Context

These files contain metadata for all 45,000 movies listed in the Full Dataset. This dataset also has files containing 26 million ratings from 270,000 users for all 45,000 movies. Ratings are on a scale of 1-5 and have been obtained from the official GroupLens website.

Content

This dataset consists of the following files:

movies_metadata.csv: The main Movies Metadata file. Contains information on 45,000 movies featured in the Full dataset. Features include posters, backdrops, budget, revenue, release dates, languages, production countries and companies.

keywords.csv: Contains the movie plot keywords for our movies. Available in the form of a stringified JSON Object.

credits.csv: Consists of Cast and Crew Information for all our movies. Available in the form of a stringified JSON Object.

links.csv: The file that contains the TMDB and IMDB IDs of all the movies featured in the Full dataset.

links_small.csv: Contains the TMDB and IMDB IDs of a small subset of 9,000 movies of the Full Dataset.

ratings_small.csv: The subset of 100,000 ratings from 700 users on 9,000 movies.

The Full MovieLens Dataset consisting of 26 million ratings and 750,000 tag applications from 270,000 users on all the 45,000 movies in this dataset

Acknowledgements

This dataset is an ensemble of data collected from TMDB and GroupLens.
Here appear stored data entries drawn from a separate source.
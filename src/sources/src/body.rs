//! The body's pools and flows, before scaling to the patient.

use crate::figures;

const ALBANESE: &str = "Albanese et al. Am J Physiol Heart 2016;310:H899";

figures! { BODY;
    GAS_CONSTANT_FACTOR = 862.93, 0.0, "mmHg", "mL STPD in a mL BTPS, times mmHg: 760·310.15/273.15", "Derivation from the standard conditions", Computed;
    BODY_REFERENCE = 70.0, 0.0, "kg", "Weight that the published volumes belong to", ALBANESE, Quoted;
    FAST_TISSUE = 4.5, 0.0, "L", "Brain, heart, gut, liver, kidney", ALBANESE, Quoted;
    SLOW_TISSUE = 31.2, 0.0, "L", "Muscle and the rest", ALBANESE, Quoted;
    VENOUS_BLOOD = 2.8, 0.0, "L", "Venous blood, shared by the pools as their flow is", "Physiology texts", Memory;
    LUNG_TISSUE = 0.55, 0.0, "mL/mmHg", "CO2 held by lung tissue", "DuBois. J Appl Physiol 1952;5:1 (.45 mL per kg of lung)", Computed;
    EXCESS_WEIGHT_SHARE = 0.25, 0.0, "1", "Share of the weight above the predicted one that counts as tissue", "Assumed", Assumed;
    TISSUE_SLOPE_AT = 40.0, 0.0, "mmHg", "Pressure at which the tissue slope is given; it falls as the square root", "Computed from man's apnoea, washout and half-times", Computed;
    CARDIAC_OUTPUT_POWER = 0.75, 0.0, "1", "Power of weight in cardiac output", "Assumed: allometric", Assumed;
    PBW_MALE = 50.0, 0.0, "kg", "Predicted body weight of a man at the reference height", "ARDS Network. N Engl J Med 2000;342:1301", Opened;
    PBW_FEMALE = 45.5, 0.0, "kg", "Predicted body weight of a woman at the reference height", "ARDS Network. N Engl J Med 2000;342:1301", Opened;
    PBW_PER_CM = 0.91, 0.0, "kg/cm", "Predicted body weight per cm of height", "ARDS Network. N Engl J Med 2000;342:1301", Opened;
    PBW_REFERENCE_CM = 152.4, 0.0, "cm", "Reference height of the predicted body weight", "ARDS Network. N Engl J Med 2000;342:1301", Opened;
    PBW_LEAST = 25.0, 0.0, "kg", "Predicted body weight under which the adult formula has left its range", "Assumed", Assumed;
    SERIES_CHILD = 3.28, 0.0, "mL/kg", "Anatomical dead space of a child, at birth", "Numa, Newth. J Appl Physiol 1996;80:1485", Opened;
    SERIES_CHILD_AGE = 0.56, 0.0, "mL/kg", "Its fall with ln(1 + age)", "Numa, Newth. J Appl Physiol 1996;80:1485", Opened;
    ADULT_FROM = 18.0, 0.0, "years", "Age from which the adult formulas are used", "Assumed", Assumed;
    PRESSURE_LEAST = 4.0, 0.0, "mmHg", "Least PCO2 the chemistry is tabled for", "Assumed", Assumed;
    PRESSURE_MOST = 196.0, 0.0, "mmHg", "Greatest PCO2 the chemistry is tabled for", "Assumed", Assumed;
}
The Movie Details, Credits and Keywords have been collected from the TMDB Open API. This product uses the TMDb API but is not endorsed or certified by TMDb. Their API also provides access to data on many additional movies, actors and actresses, crew members, and TV shows.

The Movie Links and Ratings have been obtained from the Official GroupLens website.

Inspiration

Some of the things you can do with this dataset: Predicting movie revenue and/or movie success based on a certain metric. What movies tend to get higher vote counts and vote averages on TMDB? Building Content Based and Collaborative Filtering Based Recommendation Engines.